Saved entries:
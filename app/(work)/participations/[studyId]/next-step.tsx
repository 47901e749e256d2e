import { ButtonLink } from '@/app/ui/primitives/button'
import { DownloadLink } from '@/app/ui/primitives/download-link'
import { Progress } from '@/app/ui/primitives/progress'
import { showTime } from '@/lib/domain/show-time'
import type { ParticipationView } from '@/lib/use-cases/returns/read-participation'
import { paths } from '@/lib/web/paths'
import { participationPaths } from '../participation-paths'

/** The one thing to do now, what has been begun of it, and the two other ways to the same end. */
export function NextStep({ view }: { view: ParticipationView }) {
  const { studyId, draft, places, receipts } = view
  const filled = Object.values(draft?.entries ?? {}).filter((text) => text.trim() !== '').length
  return (
    <div className="flex flex-col gap-4 border bg-sheet px-5 py-5">
      {draft && (
        <div className="max-w-text">
          <Progress label={sayDraft(view)} done={filled} total={places} of="results" />
        </div>
      )}
      <p>
        <ButtonLink variant="primary" href={paths.resultSheet(studyId)} className="min-h-11 px-5">
          {draft
            ? 'Go on with the sheet'
            : receipts.length > 0
              ? 'Replace the return on the sheet'
              : 'Fill in the sheet'}
        </ButtonLink>
      </p>
      <div className="flex flex-wrap items-center gap-x-6 gap-y-2 text-small">
        <span className="text-ink-soft">Or work in a workbook:</span>
        <DownloadLink href={participationPaths.workbookHandler(studyId)} format="XLSX">
          Download it empty
        </DownloadLink>
        {(draft || receipts.length > 0) && (
          <DownloadLink href={participationPaths.filledWorkbookHandler(studyId)} format="XLSX">
            Download it as filled so far
          </DownloadLink>
        )}
        <a href={paths.resultUpload(studyId)} className="prose-link inline-flex min-h-6 items-center">
          Send a filled workbook
        </a>
      </div>
    </div>
  )
}

function sayDraft({ draft, zone }: ParticipationView): string {
  return draft ? `Draft kept ${showTime(draft.savedAt, zone).text}. Not submitted yet.` : ''
}
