import type { GrubbsBlock, GrubbsTestBlock } from '@/lib/statistics/analysis-document'
import type { CellSummary } from '@/lib/statistics/cells'
import { withReasons } from '@/lib/statistics/document/attempt'
import { outlierLevel } from '@/lib/statistics/document/consistency-blocks'
import { grubbsPair, grubbsPairCritical } from '@/lib/statistics/grubbs-pair'
import { grubbsSingle, grubbsSingleCritical } from '@/lib/statistics/grubbs-single'

/** The four tests on cell means, each with a level of its own; in which order they count is for a person. */
export function grubbsBlock(summaries: readonly CellSummary[]): GrubbsBlock {
  const single = (end: 'high' | 'low') =>
    testBlock({
      test: () => {
        const { laboratory, statistic, pValue } = grubbsSingle(summaries, end)
        return { laboratories: [laboratory], statistic, pValue }
      },
      critical: (alpha) => grubbsSingleCritical(summaries.length, alpha),
    })
  const pair = (end: 'high' | 'low') =>
    testBlock({
      test: () => {
        const { laboratories, statistic, pValue } = grubbsPair(summaries, end)
        return { laboratories: [...laboratories], statistic, pValue }
      },
      critical: (alpha) => grubbsPairCritical(summaries.length, alpha),
    })
  return { high: single('high'), low: single('low'), pairHigh: pair('high'), pairLow: pair('low') }
}

function testBlock(one: {
  test: () => { laboratories: string[]; statistic: number; pValue: number }
  critical: (alpha: number) => number
}): GrubbsTestBlock {
  return withReasons((attempt) => {
    const found = attempt('statistic', one.test)
    return {
      laboratories: found?.laboratories ?? [],
      statistic: found?.statistic ?? null,
      critical: withReasons((inner) => ({
        '0.05': inner('0.05', () => one.critical(0.05)),
        '0.01': inner('0.01', () => one.critical(0.01)),
      })),
      pValue: found?.pValue ?? null,
      level: found === null ? null : outlierLevel(found.pValue),
    }
  })
}
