import type { HomogeneityCheck } from '@/lib/statistics/analysis-document'
import type { CellSummary } from '@/lib/statistics/cells'
import { generalisedCochranBlock } from '@/lib/statistics/document/consistency-blocks'
import { required, withReasons } from '@/lib/statistics/document/attempt'
import { homogeneityFigures, homogeneityPValue, homogeneityVerdict } from '@/lib/statistics/homogeneity'

/**
 * The check of homogeneity of one material, standard deviations in the unit of the results.
 *
 * `units[i][j]` is portion j of unit i as a deviation; `target` is σ, without which there is no verdict. Fewer than 10
 * units are judged all the same and said to be few. Source: ISO 13528, Annex B; `homogeneity.ts`.
 */
export function homogeneityBlock(one: {
  material: string
  units: readonly (readonly number[])[]
  summaries: readonly CellSummary[]
  target: number | null
}): HomogeneityCheck {
  const check = withReasons((attempt): Omit<HomogeneityCheck, 'reasons'> => {
    const figures = attempt('sx', () => homogeneityFigures(one.units))
    const target = attempt('target', () => required(one.target, 'No target standard deviation was given.'))
    const verdict = figures === null || target === null ? null : homogeneityVerdict(figures, target)
    return {
      material: one.material,
      units: one.units.length,
      portions: figures?.portions ?? null,
      sx: figures?.sx ?? null,
      sw: figures?.sw ?? null,
      ssSquaredRaw: figures?.ssSquaredRaw ?? null,
      ss: figures?.ss ?? null,
      f1: figures?.f1 ?? null,
      f2: figures?.f2 ?? null,
      target,
      basic: verdict?.basic ?? null,
      expanded: verdict?.expanded ?? null,
      checkPrecise: verdict?.checkPrecise ?? null,
      fPValue:
        figures === null ? null : attempt('fPValue', () => homogeneityPValue(figures, one.units.length)),
      cochran: generalisedCochranBlock(one.summaries),
    }
  })
  if (one.units.length >= ENOUGH_UNITS) return check
  return { ...check, reasons: { ...check.reasons, units: FEW_UNITS } }
}

const ENOUGH_UNITS = 10
const FEW_UNITS = 'Fewer than 10 units suffice only with earlier evidence.'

Requirement: Print each entry exactly as it was written.

Your solution:
filename app/(work)/participations/[studyId]/next-step.tsx
repository 47901e749e256d2e
import { ButtonLink } from '@/app/ui/primitives/button'
import { DownloadLink } from '@/app/ui/primitives/download-link'
import { Progress } from '@/app/ui/primitives/progress'
import { showTime } from '@/lib/domain/show-time'
import type { ParticipationView } from '@/lib/use-cases/returns/read-participation'
import { paths } from '@/lib/web/paths'
import { participationPaths } from '../participation-paths'

/** The one thing to do now, what has been begun of it, and the two other ways to the same end. */
export function NextStep({ view }: { view: ParticipationView }) {
  const { studyId, draft, places, receipts } = view
  const filled = Object.values(draft?.entries ?? {}).filter((text) => text.trim() !== '').length
  return (
    <div className="flex flex-col gap-4 border bg-sheet px-5 py-5">
      {draft && (
        <div className="max-w-text">
          <Progress label={sayDraft(view)} done={filled} total={places} of="results" />
        </div>
      )}
      <p>
        <ButtonLink variant="primary" href={paths.resultSheet(studyId)} className="min-h-11 px-5">
          {draft
            ? 'Go on with the sheet'
            : receipts.length > 0
              ? 'Replace the return on the sheet'
              : 'Fill in the sheet'}
        </ButtonLink>
      </p>
      <div className="flex flex-wrap items-center gap-x-6 gap-y-2 text-small">
        <span className="text-ink-soft">Or work in a workbook:</span>
        <DownloadLink href={participationPaths.workbookHandler(studyId)} format="XLSX">
          Download it empty
        </DownloadLink>
        {(draft || receipts.length > 0) && (
          <DownloadLink href={participationPaths.filledWorkbookHandler(studyId)} format="XLSX">
            Download it as filled so far
          </DownloadLink>
        )}
        <a href={paths.resultUpload(studyId)} className="prose-link inline-flex min-h-6 items-center">
          Send a filled workbook
        </a>
      </div>
    </div>
  )
}

function sayDraft({ draft, zone }: ParticipationView): string {
  return draft ? `Draft kept ${showTime(draft.savedAt, zone).text}. Not submitted yet.` : ''
}
import type { GrubbsBlock, GrubbsTestBlock } from '@/lib/statistics/analysis-document'
import type { CellSummary } from '@/lib/statistics/cells'
import { withReasons } from '@/lib/statistics/document/attempt'
import { outlierLevel } from '@/lib/statistics/document/consistency-blocks'
import { grubbsPair, grubbsPairCritical } from '@/lib/statistics/grubbs-pair'
import { grubbsSingle, grubbsSingleCritical } from '@/lib/statistics/grubbs-single'

/** The four tests on cell means, each with a level of its own; in which order they count is for a person. */
export function grubbsBlock(summaries: readonly CellSummary[]): GrubbsBlock {
  const single = (end: 'high' | 'low') =>
    testBlock({
      test: () => {
        const { laboratory, statistic, pValue } = grubbsSingle(summaries, end)
        return { laboratories: [laboratory], statistic, pValue }
      },
      critical: (alpha) => grubbsSingleCritical(summaries.length, alpha),
    })
  const pair = (end: 'high' | 'low') =>
    testBlock({
      test: () => {
        const { laboratories, statistic, pValue } = grubbsPair(summaries, end)
        return { laboratories: [...laboratories], statistic, pValue }
      },
      critical: (alpha) => grubbsPairCritical(summaries.length, alpha),
    })
  return { high: single('high'), low: single('low'), pairHigh: pair('high'), pairLow: pair('low') }
}

function testBlock(one: {
  test: () => { laboratories: string[]; statistic: number; pValue: number }
  critical: (alpha: number) => number
}): GrubbsTestBlock {
  return withReasons((attempt) => {
    const found = attempt('statistic', one.test)
    return {
      laboratories: found?.laboratories ?? [],
      statistic: found?.statistic ?? null,
      critical: withReasons((inner) => ({
        '0.05': inner('0.05', () => one.critical(0.05)),
        '0.01': inner('0.01', () => one.critical(0.01)),
      })),
      pValue: found?.pValue ?? null,
      level: found === null ? null : outlierLevel(found.pValue),
    }
  })
}
import type { HomogeneityCheck } from '@/lib/statistics/analysis-document'
import type { CellSummary } from '@/lib/statistics/cells'
import { generalisedCochranBlock } from '@/lib/statistics/document/consistency-blocks'
import { required, withReasons } from '@/lib/statistics/document/attempt'
import { homogeneityFigures, homogeneityPValue, homogeneityVerdict } from '@/lib/statistics/homogeneity'

/**
 * The check of homogeneity of one material, standard deviations in the unit of the results.
 *
 * `units[i][j]` is portion j of unit i as a deviation; `target` is σ, without which there is no verdict. Fewer than 10
 * units are judged all the same and said to be few. Source: ISO 13528, Annex B; `homogeneity.ts`.
 */
export function homogeneityBlock(one: {
  material: string
  units: readonly (readonly number[])[]
  summaries: readonly CellSummary[]
  target: number | null
}): HomogeneityCheck {
  const check = withReasons((attempt): Omit<HomogeneityCheck, 'reasons'> => {
    const figures = attempt('sx', () => homogeneityFigures(one.units))
    const target = attempt('target', () => required(one.target, 'No target standard deviation was given.'))
    const verdict = figures === null || target === null ? null : homogeneityVerdict(figures, target)
    return {
      material: one.material,
      units: one.units.length,
      portions: figures?.portions ?? null,
      sx: figures?.sx ?? null,
      sw: figures?.sw ?? null,
      ssSquaredRaw: figures?.ssSquaredRaw ?? null,
      ss: figures?.ss ?? null,
      f1: figures?.f1 ?? null,
      f2: figures?.f2 ?? null,
      target,
      basic: verdict?.basic ?? null,
      expanded: verdict?.expanded ?? null,
      checkPrecise: verdict?.checkPrecise ?? null,
      fPValue:
        figures === null ? null : attempt('fPValue', () => homogeneityPValue(figures, one.units.length)),
      cochran: generalisedCochranBlock(one.summaries),
    }
  })
  if (one.units.length >= ENOUGH_UNITS) return check
  return { ...check, reasons: { ...check.reasons, units: FEW_UNITS } }
}

const ENOUGH_UNITS = 10
const FEW_UNITS = 'Fewer than 10 units suffice only with earlier evidence.'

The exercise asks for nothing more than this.